• Work instruction: Verbatim, and with nothing else, reproduce the data below from its first line through the line containing "correction of the".

• Dataset excerpts:
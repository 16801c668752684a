import { describe, expect, it } from 'vitest';
import { DEMO_LIBRARY_BY_ID, DEMO_POLICY } from '../test-support/demo-library';
import { evaluateDraft, fieldMessage, problemLine } from './evaluate-draft';
import {
  draftFromPlan,
  earlierStepInSameFlask,
  emptyStep,
  overridesToSave,
  quantityToPlan,
  quantityUnit,
  storedPlan,
  withEquipment,
  type PlanDraft,
} from './plan-draft';
import { problemField } from './problem-field';

/** The demo lead standard: 0.1599 g of Pb(NO3)2 on BAL-05 into VF-100-A, then 10 mL (GP-10-A) into VF-100-B. */
function leadStandard(): PlanDraft {
  const step = (kind: Parameters<typeof emptyStep>[0], equipmentId: string, quantity = '') => ({
    ...emptyStep(kind),
    equipmentId,
    quantity,
  });
  return {
    title: 'Pb 100 mg/L',
    materialId: '8',
    analyte: 'Pb',
    outputUnit: 'mg/L',
    labTemperatureC: '20',
    overrides: {},
    seed: 42,
    steps: [
      step('weighSolid', '1', '0.1599'),
      step('makeUpToVolume', '3'),
      step('pipetteAliquot', '6', '10'),
      step('makeUpToVolume', '4'),
    ],
  };
}

describe('the live budget of a draft', () => {
  it('computes the demo lead standard with the library items inline and the lab policy applied', () => {
    const evaluation = evaluateDraft(leadStandard(), DEMO_LIBRARY_BY_ID, DEMO_POLICY);
    if (!evaluation.ok) throw new Error(evaluation.problem.message);
    // c = m·P·M(Pb)/M(Pb(NO3)2) / V₁ · V_a / V₂ with M(Pb) = 207.04 (midpoint of the CIAAW 2021 interval
    // [206.14, 207.94]), N 14.0069, O 15.9994 (CIAAW 2021 abridged values, from memory):
    // 0.1599 g · 0.9998 · 207.04 / 331.2141 / 0.1 L · 10/100 · 1000 mg/g = 99.9821 mg/L, times the policy's air-buoyancy
    // correction of the weighed nitrate, (1 − 1.2/8000)/(1 − 1.2/4530) = 1.000115 (OIML R 111; 4.53 g/cm³ from memory):
    // 99.9936 mg/L. Tolerance 0.001 mg/L: rounding of the hand value.
    expect(evaluation.budget.value).toBeCloseTo(99.9936, 3);
    expect(evaluation.budget.rounded.valueText).toBe('99.99');
    expect(evaluation.plan.settings.airBuoyancy).toEqual({
      treatment: 'correct',
      airDensityKgPerM3: 1.2,
      airDensityHalfRangeKgPerM3: 0.05,
      weightDensityKgPerM3: 8000,
    });
    // The policy's ±4 °C half-range reaches the engine (withPolicy), so each volume carries a temperature source.
    expect(evaluation.plan.settings.temperatureHalfRangeC).toBe(4);
    expect(evaluation.budget.checkpoints.map((checkpoint) => checkpoint.stepIndex)).toEqual([1, 3]);
  });

  it('puts an unreadable mass on its field and keeps nothing from the engine', () => {
    const draft = leadStandard();
    draft.steps[0] = { ...draft.steps[0], quantity: '0.16 g' };
    const evaluation = evaluateDraft(draft, DEMO_LIBRARY_BY_ID, DEMO_POLICY);
    expect(evaluation.ok).toBe(false);
    if (evaluation.ok) return;
    expect(problemField(evaluation.problem)).toBe('step-0-quantity');
    expect(evaluation.problem.message).toBe('Enter the net mass as a number in g, e.g. 0.1600.');
  });

  it('refuses an overdue balance until a reason is recorded, then sends that reason', () => {
    const draft = leadStandard();
    draft.steps[0] = { ...draft.steps[0], equipmentId: '2' };
    const refused = evaluateDraft(draft, DEMO_LIBRARY_BY_ID, DEMO_POLICY);
    expect(refused.ok ? null : problemField(refused.problem)).toBe('step-0-override');
    const reasoned = {
      ...draft,
      overrides: { '2': 'Checked with a 100 g weight today', '5': 'VF-250-A is not in this plan' },
    };
    expect(evaluateDraft(reasoned, DEMO_LIBRARY_BY_ID, DEMO_POLICY).ok).toBe(true);
    expect(overridesToSave(reasoned)).toEqual([{ libraryId: '2', reason: 'Checked with a 100 g weight today' }]);
  });

  it('lets the engine point at the step it cannot compute: a load above the balance capacity', () => {
    const draft = leadStandard();
    draft.steps[0] = { ...draft.steps[0], containerMassG: '250' }; // BAL-05 weighs at most 220 g
    const evaluation = evaluateDraft(draft, DEMO_LIBRARY_BY_ID, DEMO_POLICY);
    expect(evaluation.ok ? null : [problemField(evaluation.problem), evaluation.problem.message]).toEqual([
      'step-0-quantity',
      'Balance BAL-05 holds at most 220 g; container 250 g plus 0.1599 g is more.',
    ]);
  });
});

describe('saving and reopening', () => {
  it('reopens a saved plan as the same draft (same write, same numbers)', () => {
    const draft = leadStandard();
    const plan = storedPlan(draft, DEMO_LIBRARY_BY_ID);
    const reopened = draftFromPlan(JSON.parse(JSON.stringify(plan)), { title: draft.title, overrides: [], seed: 42 });
    expect(storedPlan(reopened, DEMO_LIBRARY_BY_ID)).toEqual(plan);
    expect(reopened.steps.map((step) => [step.kind, step.equipmentId, step.quantity])).toEqual([
      ['weighSolid', '1', '0.1599'],
      ['makeUpToVolume', '3', ''],
      ['pipetteAliquot', '6', '10'],
      ['makeUpToVolume', '4', ''],
    ]);
    const steps = plan.steps as { balance?: { libraryId: string; revisionId: string } }[];
    expect(steps[0].balance).toMatchObject({ libraryId: '1', revisionId: '10' });
  });
});

describe('piston-pipette volumes are typed in µL, the unit of the item (common practice)', () => {
  const withPiston = (quantity: string): PlanDraft => {
    const draft = leadStandard();
    draft.steps[2] = { ...draft.steps[2], equipmentId: '10', quantity };
    return draft;
  };
  const storedVolume = (draft: PlanDraft) =>
    (storedPlan(draft, DEMO_LIBRARY_BY_ID).steps as { volumeMl?: number }[])[2].volumeMl;

  it('stores µL as mL exactly, with no binary remainder (250 µL is 0.25 mL; 123.4 µL is 0.1234 mL)', () => {
    expect(storedVolume(withPiston('250'))).toBe(0.25);
    expect(storedVolume(withPiston('123.4'))).toBe(0.1234);
    expect(123.4 / 1000).not.toBe(0.1234); // what a plain division would have stored
    expect(storedVolume(withPiston('1e3'))).toBe(1);
    expect(storedVolume(withPiston('0,5'))).toBe(0.0005);
    expect(quantityToPlan('250', 'µL')).toBe(0.25);
    expect(quantityToPlan('10', 'mL')).toBe(10);
  });

  it('reopens a stored piston volume in µL, and a glass pipette volume in mL', () => {
    const plan = storedPlan(withPiston('123.4'), DEMO_LIBRARY_BY_ID);
    const reopened = draftFromPlan(JSON.parse(JSON.stringify(plan)), { title: 'Pb 100 mg/L', overrides: [], seed: 42 });
    expect(reopened.steps[2].quantity).toBe('123.4');
    expect(storedPlan(reopened, DEMO_LIBRARY_BY_ID)).toEqual(plan);
    expect(quantityUnit('pipetteAliquot', DEMO_LIBRARY_BY_ID.get('10'))).toBe('µL');
    expect(quantityUnit('pipetteAliquot', DEMO_LIBRARY_BY_ID.get('6'))).toBe('mL');
    expect(quantityUnit('weighSolid', DEMO_LIBRARY_BY_ID.get('1'))).toBe('g');
  });

  it('keeps a typed volume’s meaning when the pipette changes: 0.5 mL becomes 500 µL, and back', () => {
    const typed = { ...emptyStep('pipetteAliquot'), quantity: '0.5' };
    const piston = withEquipment(typed, '10', DEMO_LIBRARY_BY_ID.get('10'), undefined);
    expect(piston.quantity).toBe('500');
    expect(withEquipment(piston, '', undefined, DEMO_LIBRARY_BY_ID.get('10')).quantity).toBe('0.5');
    expect(withEquipment(piston, '6', DEMO_LIBRARY_BY_ID.get('6'), DEMO_LIBRARY_BY_ID.get('10')).quantity).toBe('10');
  });

  it('asks for a piston volume in µL', () => {
    const evaluation = evaluateDraft(withPiston('lots'), DEMO_LIBRARY_BY_ID, DEMO_POLICY);
    expect(evaluation.ok ? null : evaluation.problem.message).toBe('Enter the volume as a number in µL, e.g. 250.');
  });
});

describe('a flask reused in the plan (common practice: a flask holds one solution at a time)', () => {
  const reusing = (emptied: boolean): PlanDraft => {
    const draft = leadStandard();
    draft.steps[3] = { ...draft.steps[3], equipmentId: '3', flaskEmptiedBefore: emptied };
    return draft;
  };

  it('shows the engine’s refusal at the flask of the step that reuses it', () => {
    const evaluation = evaluateDraft(reusing(false), DEMO_LIBRARY_BY_ID, DEMO_POLICY);
    if (evaluation.ok) throw new Error('expected the reused flask to be refused');
    expect(problemField(evaluation.problem)).toBe('step-3-equipment');
    expect(fieldMessage(evaluation.problem.message)).toMatch(
      /^Flask VF-100-A still holds the solution made up in it at step 2, from which step 3 takes its aliquot\./,
    );
    expect(problemLine(evaluation.problem)).toMatch(/^step 4: Flask VF-100-A still holds/);
  });

  it('computes once the stock is said to be bottled first, and stores that statement', () => {
    const draft = reusing(true);
    expect(earlierStepInSameFlask(draft.steps, 3)).toBe(1);
    expect(evaluateDraft(draft, DEMO_LIBRARY_BY_ID, DEMO_POLICY).ok).toBe(true);
    const plan = storedPlan(draft, DEMO_LIBRARY_BY_ID) as { steps: { flaskEmptiedBefore?: boolean }[] };
    expect(plan.steps[3].flaskEmptiedBefore).toBe(true);
    const reopened = draftFromPlan(JSON.parse(JSON.stringify(plan)), { title: '', overrides: [], seed: 42 });
    expect(reopened.steps[3].flaskEmptiedBefore).toBe(true);
  });

  it('drops the statement when the flask is not used earlier, and asks again when the flask changes', () => {
    const draft = leadStandard();
    draft.steps[3] = { ...draft.steps[3], flaskEmptiedBefore: true };
    expect(earlierStepInSameFlask(draft.steps, 3)).toBeUndefined();
    const plan = storedPlan(draft, DEMO_LIBRARY_BY_ID) as { steps: Record<string, unknown>[] };
    expect(plan.steps[3]).not.toHaveProperty('flaskEmptiedBefore');
    const changed = withEquipment(
      reusing(true).steps[3],
      '5',
      DEMO_LIBRARY_BY_ID.get('5'),
      DEMO_LIBRARY_BY_ID.get('3'),
    );
    expect(changed.flaskEmptiedBefore).toBe(false);
  });
});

• Written response:
repository 16801c668752684a
import { describe, expect, it } from 'vitest';
import { DEMO_LIBRARY_BY_ID, DEMO_POLICY } from '../test-support/demo-library';
import { evaluateDraft, fieldMessage, problemLine } from './evaluate-draft';
import {
  draftFromPlan,
  earlierStepInSameFlask,
  emptyStep,
  overridesToSave,
  quantityToPlan,
  quantityUnit,
  storedPlan,
  withEquipment,
  type PlanDraft,
} from './plan-draft';
import { problemField } from './problem-field';

/** The demo lead standard: 0.1599 g of Pb(NO3)2 on BAL-05 into VF-100-A, then 10 mL (GP-10-A) into VF-100-B. */
function leadStandard(): PlanDraft {
  const step = (kind: Parameters<typeof emptyStep>[0], equipmentId: string, quantity = '') => ({
    ...emptyStep(kind),
    equipmentId,
    quantity,
  });
  return {
    title: 'Pb 100 mg/L',
    materialId: '8',
    analyte: 'Pb',
    outputUnit: 'mg/L',
    labTemperatureC: '20',
    overrides: {},
    seed: 42,
    steps: [
      step('weighSolid', '1', '0.1599'),
      step('makeUpToVolume', '3'),
      step('pipetteAliquot', '6', '10'),
      step('makeUpToVolume', '4'),
    ],
  };
}

describe('the live budget of a draft', () => {
  it('computes the demo lead standard with the library items inline and the lab policy applied', () => {
    const evaluation = evaluateDraft(leadStandard(), DEMO_LIBRARY_BY_ID, DEMO_POLICY);
    if (!evaluation.ok) throw new Error(evaluation.problem.message);
    // c = m·P·M(Pb)/M(Pb(NO3)2) / V₁ · V_a / V₂ with M(Pb) = 207.04 (midpoint of the CIAAW 2021 interval
    // [206.14, 207.94]), N 14.0069, O 15.9994 (CIAAW 2021 abridged values, from memory):
    // 0.1599 g · 0.9998 · 207.04 / 331.2141 / 0.1 L · 10/100 · 1000 mg/g = 99.9821 mg/L, times the policy's air-buoyancy
    // correction of the weighed nitrate, (1 − 1.2/8000)/(1 − 1.2/4530) = 1.000115 (OIML R 111; 4.53 g/cm³ from memory):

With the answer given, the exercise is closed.